Abstract

Strokes from large-vessel atherosclerotic occlusions or severe stenoses are often resistant to re-canalization with thrombolytic agents. As in acute coronary syndromes, angioplasty and stenting for stroke may be used to achieve timely reperfusion with possibly less risk for hemorrhagic complications. From a prospectively collected database, we have retrospectively reviewed cases of patients presenting acutely with an ischemic stroke or subacutely with fluctuating ischemic deficits due to a large-vessel atherosclerotic stenosis and who were treated with angioplasty and stenting without thrombolytics. Endpoints were reperfusion based on the Thrombolysis in Myocardial Infarction (TIMI) score, procedural complications, parenchymal hematoma formation leading to neurologic decline, and 30-day clinical improvement based on the National Institutes of Health Stroke scale (NIHSS). Nine patients with a mean age of 70 +/- 9 years and mean NIHSS of 18.3 +/- 5.0 were treated. Culprit stenotic lesions were located in the extracranial internal carotid artery (ICA) origin (2), intracranial ICA (2), tandem stenosis in the extra- and intracranial ICA (3), and middle cerebral artery (2).
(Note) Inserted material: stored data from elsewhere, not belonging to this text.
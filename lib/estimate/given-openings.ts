import { fail, type Result, succeed } from '../failures'
import type { Quantity } from '../units'
import { checkValue, type Surroundings } from './check-value'
import type { Choices, GridRow, Limits, RichCell } from './declare'
import { isRecord } from './json'
import { nearest, quoted } from './nearest'
import { openingKinds } from './sheets/openings'
import { surfaceNames } from './sheets/surfaces'

/**
 * An opening as it is given: where it is, how large, how many, and what it is made of (a covering's code or a U-value;
 * without either it is of its surface's covering). `along` and `up` place its lower left corner on the surface.
 */
export interface OpeningGiven {
  readonly surface: string
  readonly width: number | string
  readonly height: number | string
  readonly name?: string
  readonly kind?: string
  readonly count?: number
  readonly along?: number | string
  readonly up?: number | string
  readonly covering?: string
  readonly u_value?: number | string
}

interface Field {
  readonly column: string
  readonly quantity: Quantity
  readonly limits?: Limits
  readonly choices?: Choices
  readonly required?: boolean
  readonly absent?: string | number
}

const size: Limits = { above: 0, max: 1000, in: 'si' }
const place: Limits = { min: 0, max: 1000, in: 'si' }
const fields: Readonly<Record<keyof OpeningGiven, Field>> = {
  surface: { column: 'Surface', quantity: 'text', choices: surfaceNames, required: true },
  width: { column: 'Width', quantity: 'length', limits: size, required: true },
  height: { column: 'Height', quantity: 'length', limits: size, required: true },
  name: { column: 'Opening', quantity: 'text' },
  kind: { column: 'Kind', quantity: 'text', choices: openingKinds, absent: 'vent' },
  count: { column: 'Count', quantity: 'count', limits: { min: 1, max: 1000, whole: true }, absent: 1 },
  along: { column: 'Along', quantity: 'length', limits: place },
  up: { column: 'Up', quantity: 'length', limits: place },
  covering: { column: 'Covering', quantity: 'text', choices: 'coverings' },
  u_value: { column: 'Own U-value', quantity: 'u-value', limits: { above: 0, max: 100 } },
}
const most = 200

/** Rows of the Openings sheet; refused whole with what was expected of the first that is wrong. */
export function readOpenings(given: unknown, around: Surroundings): Result<GridRow[]> {
  if (given === undefined) return succeed([])
  if (!Array.isArray(given)) return fail('invalid', 'openings: expected a list of openings.')
  if (given.length > most) return fail('invalid', `openings: expected at most ${most} of them.`)
  const rows: GridRow[] = []
  for (const [index, opening] of given.entries()) {
    const row = readOpening(opening, `opening ${index + 1}`, around)
    if (!row.ok) return row
    rows.push(row.value)
  }
  return succeed(rows)
}

function readOpening(opening: unknown, where: string, around: Surroundings): Result<GridRow> {
  if (!isRecord(opening)) {
    return fail('invalid', `${where}: expected an object with surface, width and height.`)
  }
  const names = Object.keys(fields)
  for (const written of Object.keys(opening)) {
    if (names.includes(written)) continue
    return fail(
      'invalid',
      `${where}: expected one of its fields; the nearest to ${quoted(written)} is ${nearest(written, names)}.`,
    )
  }
  if (opening.covering !== undefined && opening.u_value !== undefined) {
    return fail('invalid', `${where}: expected either covering or u_value, not both.`)
  }
  const row: Record<string, RichCell> = {}
  for (const [name, field] of Object.entries(fields)) {
    const value = opening[name] ?? field.absent
    if (value === undefined) {
      if (field.required) return fail('invalid', `${where}: expected ${name}.`)
      continue
    }
    const checked = checkValue({ ...field, name: `${where}, ${name}` }, value, around)
    if (!checked.ok) return checked
    row[field.column] = {
      value: typeof checked.value === 'number' ? { value: checked.value, in: around.system } : checked.value,
      ground: 'input',
    }
  }
  return succeed(row)
}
Eight patients were treated with angioplasty and adjunctive stenting; one of these patients also required snaring of thrombus from the middle cerebral artery. One patient was treated with angioplasty of an intracranial ICA stenosis alone. TIMI 3 reperfusion was achieved in 8 (88.9%) patients. The mean 30-day improvement in the NIHSS was 15.5 +/- 5.6. Six patients had a NIHSS of 0 or 1 at 30 days. One patient died due to reasons unrelated to stroke or interventional procedure. There were no significant complications or parenchymal hemorrhages. In appropriately selected patients with ischemic deficits due to large artery atherosclerotic stenoses, angioplasty with adjunctive stenting can be safely performed. Such interventions may improve outcome without the use of thrombolysis.